From: Jan Kara <jack@suse.cz>
To: Amir Goldstein <amir73il@gmail.com>
Cc: Josef Bacik <josef@toxicpanda.com>,
jack@suse.cz, kernel-team@fb.com, linux-fsdevel@vger.kernel.org,
brauner@kernel.org
Subject: Re: [PATCH 10/10] fsnotify: generate pre-content permission event on page fault
Date: Tue, 30 Jul 2024 14:18:37 +0200 [thread overview]
Message-ID: <20240730121837.fixxjcbbu7caxf2s@quack3> (raw)

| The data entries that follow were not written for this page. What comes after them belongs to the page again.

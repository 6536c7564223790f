# Install and the exported package: find_package(tepor) offers the same target names as the tree.

include(GNUInstallDirs)
include(CMakePackageConfigHelpers)

set(tepor_package_dir "${CMAKE_INSTALL_DATADIR}/cmake/tepor")

# tepor::output is a file of its own, so that a user without fmt never meets its name.
install(TARGETS tepor EXPORT tepor-targets FILE_SET HEADERS DESTINATION "${CMAKE_INSTALL_INCLUDEDIR}")
install(EXPORT tepor-targets NAMESPACE tepor:: DESTINATION "${tepor_package_dir}")
if(TARGET tepor_output)
    install(TARGETS tepor_output EXPORT tepor-output-targets)
    install(EXPORT tepor-output-targets NAMESPACE tepor:: DESTINATION "${tepor_package_dir}")
endif()

configure_package_config_file("${CMAKE_CURRENT_LIST_DIR}/tepor-config.cmake.in"
    "${PROJECT_BINARY_DIR}/tepor-config.cmake" INSTALL_DESTINATION "${tepor_package_dir}"
    PATH_VARS CMAKE_INSTALL_INCLUDEDIR NO_SET_AND_CHECK_MACRO)
# Headers fit any word size.
write_basic_package_version_file("${PROJECT_BINARY_DIR}/tepor-config-version.cmake" COMPATIBILITY SameMinorVersion
    ARCH_INDEPENDENT)
install(FILES "${PROJECT_BINARY_DIR}/tepor-config.cmake" "${PROJECT_BINARY_DIR}/tepor-config-version.cmake"
    "${CMAKE_CURRENT_LIST_DIR}/compiled.cmake" "${CMAKE_CURRENT_LIST_DIR}/precompile.cmake"
    DESTINATION "${tepor_package_dir}")
install(FILES "${PROJECT_SOURCE_DIR}/LICENSE" DESTINATION "${CMAKE_INSTALL_DATADIR}/licenses/tepor")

In-Reply-To: <CAOQ4uxjjBiPkg9uxyW12Xd+GZ7t3aP1m9Ayzr8WzqryfqK1x3g@mail.gmail.com>
On Mon 29-07-24 21:57:34, Amir Goldstein wrote:
> On Mon, Jul 29, 2024 at 8:11 PM Josef Bacik <josef@toxicpanda.com> wrote:
> > > If I am reading correctly, iomap (i.e. xfs) write shared memory fault
> > > does not reach this code?
> > >
> > > Do we care about writable shared memory faults use case for HSM?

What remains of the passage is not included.